The route then follows a gentle upward sloping road towards Boscombe making miles 4-9 another out and back section. This is also the section that passed our apartment and we were expecting my dad to be waiting with the camera but unfortunately he didn’t time his coffee break well and wasn’t outside when we passed. However, my mum gave him a quick call on her phone and he was ready for us when we came back about 30 minutes later.
This road section isn’t directly on the sea front but you can see the sea. There are a lot of hotels, restaurants and pubs along this part which meant there was plenty of cheers and encouragement from people having breakfast and their morning coffees.
After coming back (and having our photos taken by our personal photographer) the route then turns back on itself and you run along the sea front. I think the sea front running is one of the best parts of this route as I love running by water and it helped that it was a really sunny day.
The next out and back part is by Boscombe Pier at miles 12-15. You have to run past the pier and run a bit of a hill onto East Overcliffe Drive which is parallel to the sea but not directly on it.
Then it’s back to Boscombe pier and our first run over the sea! There are no shops, arcades or chip shops on this pier, just a crazy golf course. Running on the pier was great and added to the seaside experience.
After Boscombe pier it is a straight 2 mile run down to Bournemouth pier. The only problem with this part of the run is that you can see a big hill in front of you and you have to run past the finish line! However, as it is the finish line you get the benefit of having a huge crowd of supporters cheering you on!
After the pier and the cheers of encouragement you then have to run up the big hill. When I entered the race I thought it was flat, or maybe a bit undulating. Half way through my training I was told there were a couple of hills so I included some more hill training and I was really glad I did. They were hard hills, especially coming in the second half of the race when my legs were already feeling tired. As always we ran the hills until we felt it would be quicker to walk them, which I think is a good strategy to conserve energy!
Miles 18-20 were very quiet but running through Lower Gardens was very pleasant as it was a shady area and we chatted to a few other runners.

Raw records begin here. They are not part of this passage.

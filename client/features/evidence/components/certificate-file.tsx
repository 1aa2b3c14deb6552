import { DOCUMENT_BYTES_MAX } from '#shared/limits.ts';
import { Field } from '../../../components/ui/field.tsx';
import { Progress } from '../../../components/ui/progress.tsx';
import { useUpload } from '../../../lib/use-upload.ts';
import { uploadCertificate } from '../api/upload-certificate.ts';
import { fieldIdOf } from '../../../components/lot-form/field-ids.ts';
import { useDraftForm } from '../../../components/lot-form/draft-form-context.ts';
import { DropArea } from '../../../components/lot-form/drop-area.tsx';

const TOO_LARGE = `The document is too large: at most ${DOCUMENT_BYTES_MAX / (1024 * 1024)} MB.`;
const pointer = '/certificate/fileId';

/** The document is sent at once; the one that is there stays until the new one has arrived. */
export function CertificateFile() {
  const { code, draft, change, errorAt } = useDraftForm();
  const { sending, refusal, take } = useUpload({
    send: (file, progress) => uploadCertificate(code, file, progress),
    bytesMax: DOCUMENT_BYTES_MAX,
    tooLarge: TOO_LARGE,
    onTaken: (taken) =>
      change((before) => {
        const { fileId, fileName } = taken;
        return { ...before, certificate: { ...before.certificate, fileId, fileName } };
      }),
  });
  const { fileId, fileName } = draft.certificate;
  return (
    <Field id={fieldIdOf(pointer)} label="Document" error={refusal ?? errorAt(pointer)}>
      {(ties) => (
        <>
          <DropArea
            ties={ties}
            label="Certificate document"
            buttonText={fileId === null ? 'Choose the document' : 'Put another in its place'}
            accept="application/pdf,image/jpeg,image/png"
            disabled={sending !== null}
            onFiles={([file]) => file && void take(file)}
          >
            {fileId === null ? (
              'Or drop it here. PDF, JPEG or PNG; 10 MB at most.'
            ) : (
              <>
                <span className="font-medium text-ink">{fileName}</span> is here.
              </>
            )}
          </DropArea>
          {sending && <Progress label={sending.name} share={sending.share} />}
        </>
      )}
    </Field>
  );
}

At mile 20 the route rejoins the sea front for another out and back route to Poole. At this point I was really feeling the run. My hips had started to hurt, and the run to Poole just seemed to go on forever and ever. It was no surprise to see they had a checking mat to register your number just before you turn back towards Bournemouth. I can see that some people may be tempted to cut the race short at this point and join the runners going the other way! It was just interminable.
Once we were on the home straight I felt my energy levels return a bit. The great support from the many people outside their beach huts cheering us on and handing out snacks and water was fantastic and just what you need at the end of a long race.
As we approached the finish line we gave it a bit more effort and crossed it smiling. Our finish time was 5:25:10, just under the 5:30 we were hoping to finish in.
I’m really glad we chose the Bournemouth Marathon as our first marathon. It is a good course, well organised and well supported. The route was scenic and we were lucky to have good weather on the day. I would definitely recommend Bournemouth marathon to anyone, just be prepared for hills!